Le bon fonctionnement du travail collectif, c’est-à-dire ici du tournage, dépend de la préparation de chacun-e. Lors de la première séance de prise d’images certains, élèves ne savent pas bien leurs répliques. D’autres proposent alors un dispositif de type prompteur pour afficher ces répliques avec le tableau noir d’un côté et le rétroprojecteur projeté sur le mur du fond. Tout en faisant des répétitions et en travaillant la prononciation, les élèves intègrent leurs répliques et n’ont progressivement plus besoin de lire le prompteur improvisé.

Conclusion

L’apprentissage des dialogues n’est pas une barrière à franchir. Pouvoir donner la réplique est simplement une nécessité à la réalisation d’un produit, ici d’un court métrage. Tous les moyens à disposition sont mis au service de la réalisation de la tâche. Les élèves trouvent eux-mêmes les solutions pour contourner les problèmes et combler les carences. Ils s’investissent car l’enjeu est de taille: ce film sera présenté au concours du Festival des contes et sera visionné par des personnes extérieures au groupe classe. C’est le décloisonnement des activités du cadre de la classe et de l’établissement ainsi que la dimension sociale et humaine de la tâche qui lui donne du sens aux yeux des élèves.

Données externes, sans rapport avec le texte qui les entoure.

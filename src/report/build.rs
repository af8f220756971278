//! From a plan's typed evaluation to the report: every record of `report.json`, and every
//! warning worded. This is the one place where study results become records and sentences.

use crate::error::Error;
use crate::measure::small_signal::STEERING_FRACTION;
use crate::model::budget::Metric;
use crate::model::corner::TYPICAL;
use crate::model::plan::Plan;
use crate::model::stage::Stage;
use crate::report::{
    dbm, AnalysisRecord, BudgetRecord, Harmonics, InterceptRecord, MonteCarloRecord, PointRecord,
    Report, SizingRecord, SizingScanRecord, SpreadRecord, StageRecord, TransferRecord, YieldRecord,
    CAUTION,
};
use crate::solve::response::CUTOFF_FRACTION;
use crate::solve::spectrum::{ANALYSIS_FLOOR_DBC, CONVERGED_DB};
use crate::study::case::{CaseEvaluation, DrivePoint};
use crate::study::corners::{CornerSpread, SpreadFigure};
use crate::study::evaluate::{evaluate, PlanEvaluation, Progress};
use crate::study::montecarlo::{Population, PopulationFigure};
use crate::study::sizing::{Binding, SizingOutcome, Trial};
use crate::units::format_si;

/// Name of the yield interval written in the report.
pub const INTERVAL_NAME: &str = "Wilson score interval, 95 %";

impl Plan {
    /// Evaluates the plan as `linbudget run` does — every stage, temperature, corner, frequency
    /// and amplitude, the budget, Monte Carlo and sizing — without writing anything.
    ///
    /// ```
    /// use linbudget::{BudgetLine, Drive, Limit, Metric, Plan, Stage};
    ///
    /// let plan = Plan::new("check", vec![Stage::new("pair", 1e-3, 2e3).emitter_resistance(200.0)],
    ///                      Drive::new(vec![0.01, 0.05]))
    ///     .budget_line(BudgetLine::new(Metric::Harmonic(3), Limit::Max(-40.0)).at(0.05));
    /// let report = plan.evaluate()?;
    /// assert!(report.met());
    /// assert_eq!(report.points.len(), 2);
    /// assert!(report.budget[0].margin.unwrap() > 0.0);
    /// # Ok::<(), linbudget::Error>(())
    /// ```
    pub fn evaluate(&self) -> Result<Report, Error> {
        self.evaluate_with(&|_| {})
    }

    /// [`Plan::evaluate`], telling `progress` what is being done.
    pub fn evaluate_with(&self, progress: &(dyn Fn(Progress) + Sync)) -> Result<Report, Error> {
        Ok(build(self, evaluate(self, progress)?))
    }
}

/// The report of an evaluated plan.
pub fn build(plan: &Plan, evaluation: PlanEvaluation) -> Report {
    let met = evaluation.met(plan);
    let PlanEvaluation {
        cases,
        spread,
        population,
        sizing,
    } = evaluation;
    let mut report = Report {
        plan: plan.name.clone(),
        points: Vec::new(),
        intercepts: Vec::new(),
        monte_carlo: Vec::new(),
        yield_: Vec::new(),
        budget: Vec::new(),
        sizing: Vec::new(),
        corner_spread: spread.iter().map(|s| spread_record(plan, s)).collect(),
        stages: Vec::new(),
        analysis: AnalysisRecord {
            analysis_floor_dbc: ANALYSIS_FLOOR_DBC,
            thd_harmonics: plan.drive.thd_harmonics,
            convergence_db: CONVERGED_DB,
            steering_fraction: STEERING_FRACTION,
            version: env!("CARGO_PKG_VERSION").to_owned(),
        },
        warnings: Vec::new(),
        met,
        caution: CAUTION.to_owned(),
    };
    for case in cases {
        let CaseRecords {
            points,
            intercepts,
            stage,
            budget,
            warnings,
        } = case_records(plan, case);
        report.points.extend(points);
        report.intercepts.extend(intercepts);
        report.stages.push(stage);
        report.budget.extend(budget);
        report.warnings.extend(warnings);
    }
    if let Some(population) = population {
        let (distributions, yields, warnings) = population_records(population);
        report.monte_carlo = distributions;
        report.yield_ = yields;
        report.warnings.extend(warnings);
    }
    report.sizing = sizing.into_iter().map(|s| sizing_record(plan, s)).collect();
    report
}
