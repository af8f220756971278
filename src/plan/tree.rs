//! The raw plan: a YAML document as a tree of nodes that remember their line and column.
//!
//! Parsing is done by `serde-saphyr` (pure Rust, with budgets against alias bombs and deep
//! nesting); this module only keeps each node's position so validation can point at it.

use serde::de::{self, Deserialize, Deserializer, MapAccess, SeqAccess, Visitor};
use serde_saphyr::Spanned;
use std::fmt;

/// One YAML node with the position where it was written (1-based line and column).
#[derive(Debug, Clone)]
pub struct Node {
    /// What the node holds.
    pub value: NodeValue,
    /// 1-based line of the node in the plan file (0 when unknown).
    pub line: u64,
    /// 1-based column of the node in the plan file (0 when unknown).
    pub column: u64,
}

/// The contents of a YAML node.
#[derive(Debug, Clone)]
pub enum NodeValue {
    /// `~`, `null` or an empty value.
    Null,
    /// `true` or `false`.
    Bool(bool),
    /// An integer scalar.
    Integer(i128),
    /// A floating-point scalar (including `.inf` and `.nan`).
    Float(f64),
    /// Any other scalar.
    Text(String),
    /// A sequence.
    Seq(Vec<Node>),
    /// A mapping, in the order written.
    Map(Vec<(Node, Node)>),
}

impl NodeValue {
    /// What kind of YAML value this is, for error messages.
    pub fn kind(&self) -> &'static str {
        match self {
            NodeValue::Null => "an empty value",
            NodeValue::Bool(_) => "a boolean",
            NodeValue::Integer(_) | NodeValue::Float(_) => "a number",
            NodeValue::Text(_) => "a string",
            NodeValue::Seq(_) => "a list",
            NodeValue::Map(_) => "a mapping",
        }
    }
}

impl<'de> Deserialize<'de> for Node {
    fn deserialize<D: Deserializer<'de>>(deserializer: D) -> Result<Self, D::Error> {
        let spanned = Spanned::<NodeValue>::deserialize(deserializer)?;
        Ok(Node {
            value: spanned.value,
            line: spanned.referenced.line(),
            column: spanned.referenced.column(),
        })
    }
}

struct NodeVisitor;

impl<'de> Visitor<'de> for NodeVisitor {
    type Value = NodeValue;

    fn expecting(&self, formatter: &mut fmt::Formatter) -> fmt::Result {
        formatter.write_str("any YAML value")
    }
    fn visit_bool<E: de::Error>(self, value: bool) -> Result<NodeValue, E> {
        Ok(NodeValue::Bool(value))
    }
    fn visit_i64<E: de::Error>(self, value: i64) -> Result<NodeValue, E> {
        Ok(NodeValue::Integer(value.into()))
    }
    fn visit_u64<E: de::Error>(self, value: u64) -> Result<NodeValue, E> {
        Ok(NodeValue::Integer(value.into()))
    }
    fn visit_i128<E: de::Error>(self, value: i128) -> Result<NodeValue, E> {
        Ok(NodeValue::Integer(value))
    }
    fn visit_u128<E: de::Error>(self, value: u128) -> Result<NodeValue, E> {
        Ok(i128::try_from(value)
            .map(NodeValue::Integer)
            .unwrap_or(NodeValue::Float(value as f64)))
    }
    fn visit_f64<E: de::Error>(self, value: f64) -> Result<NodeValue, E> {
        Ok(NodeValue::Float(value))
    }
    fn visit_str<E: de::Error>(self, value: &str) -> Result<NodeValue, E> {
        Ok(NodeValue::Text(value.to_owned()))
    }
    fn visit_string<E: de::Error>(self, value: String) -> Result<NodeValue, E> {
        Ok(NodeValue::Text(value))
    }
    fn visit_unit<E: de::Error>(self) -> Result<NodeValue, E> {
        Ok(NodeValue::Null)
    }
    fn visit_none<E: de::Error>(self) -> Result<NodeValue, E> {
        Ok(NodeValue::Null)
    }
    fn visit_some<D: Deserializer<'de>>(self, deserializer: D) -> Result<NodeValue, D::Error> {
        deserializer.deserialize_any(NodeVisitor)
    }
    fn visit_seq<A: SeqAccess<'de>>(self, mut seq: A) -> Result<NodeValue, A::Error> {
        let mut items = Vec::new();
        while let Some(item) = seq.next_element::<Node>()? {
            items.push(item);
        }
        Ok(NodeValue::Seq(items))
    }
    fn visit_map<A: MapAccess<'de>>(self, mut map: A) -> Result<NodeValue, A::Error> {
        let mut entries = Vec::new();
        while let Some(key) = map.next_key::<Node>()? {
            let value = map.next_value::<Node>()?;
            entries.push((key, value));
        }
        Ok(NodeValue::Map(entries))
    }
}

impl<'de> Deserialize<'de> for NodeValue {
    fn deserialize<D: Deserializer<'de>>(deserializer: D) -> Result<Self, D::Error> {
        deserializer.deserialize_any(NodeVisitor)
    }
}

/// Parses YAML text into a positioned tree. Errors carry the parser's line and column.
pub fn parse_tree(text: &str) -> Result<Node, (String, u64, u64)> {
    // Non-finite floats pass through so `.inf` can mean "ideal" and `.nan` is rejected by
    // validation with its key path; the default alias and nesting budgets stay in force.
    let mut options = serde_saphyr::Options::default();
    options.non_finite_float_policy = serde_saphyr::NonFiniteFloatPolicy::PassThrough;
    serde_saphyr::from_str_with_options::<Node>(text, options).map_err(|err| {
        let (line, column) = err
            .location()
            .map(|loc| (loc.line(), loc.column()))
            .unwrap_or((0, 0));
        let raw = err.without_snippet().to_string();
        // The parser's resource budgets speak in its own terms; say what they mean for a plan.
        let message = if raw.contains("budget breached") {
            let detail = raw
                .split("budget breached:")
                .nth(1)
                .unwrap_or("")
                .trim()
                .replace(['{', '}'], "")
                .to_lowercase();
            format!(
                "the document is larger or more deeply nested than any plan needs (parser limit reached: {})",
                detail.split_whitespace().collect::<Vec<_>>().join(" ")
            )
        } else {
            raw
        };
        (message, line, column)
    })
}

De plus, le caractère participatif et co-construit de la séquence permet d’emporter l’adhésion de toutes et de tous. C’est une aventure collective où les élèves et l’enseignant tâtonnent, font des essais, se trompent, font des rectifications et des réajustements. Les élèves ont une grande marge de manoeuvre (choix du contenu et de la forme, choix des partenaires de collaboration) et peuvent exercer un contrôle sur le déroulement des activités jusque sur l’évaluation finale (voir l’article Utiliser l'(auto)évaluation pour donner du pouvoir d’action sur le monde aux élèves). Une place est donnée à leur créativité. Elle est mise au service d’un beau produit final dont ils peuvent être fiers. C’est Philippe Meirieu qui affirme que « rien n’est plus destructeur que de ne pouvoir jamais être fier de quoi que ce soit ! »

Fixer comme objectif un produit final concret et socialement signifiant permet de focaliser l’attention sur des enjeux autre que l’apprentissage par cœur comme une fin en soi. Cela permet de contourner la difficulté de l’apprentissage en l’intégrant dans quelque chose de plus grand. Les élèves retrouvent ainsi la joie et l’enthousiasme d’apprendre.